Voting from Abroad

    2020, a year to definitely go down in history. To think that the year isn’t even finished almost baffles me. Yet it’s actually this time of the year where civil society in the US is heating up just in time for the presidential election. 4 years ago, on the day of the 2016 presidential elections, I remember sitting in my high school classroom in Dubai after experiencing one of the most tense days. The entire day classes were practically cancelled as students and teachers alike had their eyes glued to their phones, laptops and projection boards, live streaming the elections. In contrast, my freshman roommate in UCSB from Newport, CA said her high school carried on completely normally that day. You’d think that a tiny school in the Middle East wouldn’t really be this personally affected, but it just goes to show how interconnected the world really is.

    This year I can vote! Having an American passport but living abroad is an interesting combination. It’s different on the scale of being an international student, yet an American citizen, in a public American university where I’m considered American systematically, yet at times feel completely removed from the American culture. Now imagine on the scale of global politics at large. I sit here in Dubai in the midst of a global pandemic and somehow I’m still connected to the world of politics in a country on the complete opposite side of the world from me.

    When I think about being an American citizen abroad, one of the first questions people tend to ask me is “how do you feel about the presidency?”. Luckily I love politics, so it’s a conversation I’m excited to have, especially to other abroad students. My perspective is not solely centered on American politics however, because foreign policy affects the rest of the world. Realistically American elections affect the entire world. The power of social media alone projects politics into an entirely new digital sphere. In the 2016 US elections, the Pew Research Center reported that 44% of US adults found their information from social media. Especially with the tool of Twitter, Trump and Clinton’s twitter accounts were primary sources of information for 24% of US adults. The debate is now virtual, which means we are all included, whether American or not.

    A global perspective is something I cherish having because I’m able to see things from the outside.
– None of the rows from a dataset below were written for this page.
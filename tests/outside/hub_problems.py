"""Two network problems with published bounds: one hub, four spokes, 200 periods, one request a period.

H. Topaloglu (2009), Using Lagrangian relaxation to compute capacity-dependent bid prices in network revenue
management, Operations Research 57(3): test problems (200, 4, 1.0, 4.0) and (200, 4, 1.0, 8.0), named by periods,
spokes, ratio of expected demand to seats and ratio of the high to the low fare.

Standing: the two published figures of each problem are quoted from a secondary text. The data are those of the
published files, reduced to the rule that reproduces them: in period t = 0..199 at most one request arrives, for
each pair of places with the chance `CHANCE`, and it is for the high fare with the chance ``high / (low + high)``,
where ``low = (200 - t) / 200`` and ``high = max(t - s, 0) / (200 - s)`` with the pair's `HIGH_FROM` for s. Pairs
that do not touch the hub, place 0, go over it. The figures called ours were computed by us with other programs.
"""

from __future__ import annotations

from dataclasses import dataclass

import numpy as np

from network import Network
from network.arrays import FloatArray
from tests.networks import Plan

__all__ = ["PROBLEMS", "HubProblem"]

PERIODS = 200
LEGS = ("1-0", "2-0", "3-0", "4-0", "0-1", "0-2", "0-3", "0-4")
SEATS = (37, 51, 33, 43, 53, 49, 35, 24)
"""The expected requests for every leg, rounded to whole seats."""

FARES_BETWEEN = {"01": 24, "02": 34, "03": 67, "04": 62, "12": 53, "13": 47, "14": 56, "23": 82, "24": 96, "34": 93}
"""Low fares, the same in both directions."""

CHANCE = {
    "0-1": 0.09960128709206886,
    "0-2": 0.041764450952859716,
    "0-3": 0.030921258465293217,
    "0-4": 0.01219439738640903,
    "1-0": 0.06939032495094886,
    "1-2": 0.03976943899547469,
    "1-3": 0.07307652515831342,
    "1-4": 0.0005284171054752357,
    "2-0": 0.07823290752930079,
    "2-1": 0.050655633778080494,
    "2-3": 0.06068437207819368,
    "2-4": 0.06554916702752828,
    "3-0": 0.0011235080191055581,
    "3-1": 0.018723170455555178,
    "3-2": 0.1024024928693957,
    "3-4": 0.041485431687679854,
    "4-0": 0.045427229884404285,
    "4-1": 0.09357742045116131,
    "4-2": 0.062291017440145535,
    "4-3": 0.012601548672606428,
}

HIGH_FROM = {
    "0-1": 131.2985437731259,
    "0-2": 111.60710217538416,
    "0-3": 116.91655315269651,
    "0-4": 125.7358983946439,
    "1-0": 105.23534614503345,
    "1-2": 104.66807360898578,
    "1-3": 126.89460756722154,
    "1-4": 117.4727142033305,
    "2-0": 104.74355828741025,
    "2-1": 118.18813061757116,
    "2-3": 106.84411242833414,
    "2-4": 106.16921681528295,
    "3-0": 105.3788470006155,
    "3-1": 118.04926196377933,
    "3-2": 108.19724688961537,
    "3-4": 107.26791097191665,
    "4-0": 107.78740354469318,
    "4-1": 101.280118236865,
    "4-2": 121.8827983445231,
    "4-3": 121.79272201032512,
}


@dataclass(frozen=True)
class HubProblem:
    """One of the problems.

    Attributes
    ----------
    ratio
        High fare over low fare.
    published_bound, published_revenue
        Lagrangian bound, and revenue of the policy that follows from it, currency; from a secondary text.
    linear_value
        Optimum of the deterministic linear program; ours, by another program.
    decomposition
        Decomposition bound; ours, by another program, with one optimal set of duals.
    deepest_bound
        The least Lagrangian bound we know; ours, by another program.
    """

    ratio: float
    published_bound: float
    published_revenue: float
    linear_value: float
    decomposition: float
    deepest_bound: float

    @property
    def paths(self) -> list[tuple[int, ...]]:
        """Legs of every itinerary, in the order of the pairs."""
        paths = []
        for pair in CHANCE:
            origin, destination = pair.split("-")
            over_hub = (pair,) if "0" in (origin, destination) else (f"{origin}-0", f"0-{destination}")
            paths.append(tuple(LEGS.index(leg) for leg in over_hub))
        return paths

    @property
    def requests(self) -> FloatArray:
        """(200, 40) chance of a request by period, the first to come first, and product: high, low, high, ..."""
        t = np.arange(PERIODS)[:, None]
        begin = np.array(list(HIGH_FROM.values()))
        low = (PERIODS - t) / PERIODS
        high = np.maximum(t - begin, 0.0) / (PERIODS - begin)
        part = high / (low + high)
        chance = np.array(list(CHANCE.values()))
        return np.stack([chance * part, chance * (1.0 - part)], axis=2).reshape(PERIODS, -1)

    def network(self) -> Network:
        """Return the network, with the expected requests as means of Poisson demand."""
        mean = self.requests.sum(axis=0).reshape(-1, 2).tolist()
        products = []
        for pair, (high, low) in zip(CHANCE, mean, strict=True):
            fare = float(FARES_BETWEEN["".join(sorted(pair.split("-")))])
            products.append(((self.ratio * fare, high, high**0.5), (fare, low, low**0.5)))
        return Plan(SEATS, tuple(self.paths), tuple(products), "poisson").network()


PROBLEMS = (
    HubProblem(4.0, 20_439, 20_018, 21_530.98, 21_289.4, 20_410.8),
    HubProblem(8.0, 33_305, 32_226, 34_570.97, 34_281.0, 33_229.4),
)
In a TED talk by Taiye Selasi, she described herself as “multi-local”, referring to the locality she found as an international individual in which she adapted and became “local” to the various places she lived in. International students in particular are looking for belonging and locality, but it is exactly the wide-ranging experiences all around the world that have shaped my identity. I am a global citizen. My mindset is not one of a political party that I can conform to a checklist of things I’m supposed to believe in. It is the cultures and beliefs I have surrounded myself with globally that allow me to look at American politics in my own light. It excites me to be part of change in this world, even if just one vote, because we are a generation that finds value in debate and strives for change.




Sources:

Glass, Chris R. “International Students' Sense of Belonging-Locality, Relationships, and Power.” Association of American Colleges & Universities, Old Dominion University, 30 Apr. 2018, www.aacu.org/peerreview/2018/Winter/Glass.

Williams, Christine B. “Introduction: Social Media, Political Marketing and the 2016 U.S. Election.” Journal of Political Marketing, vol. 16, no. 3-4, 2017, pp. 207–211.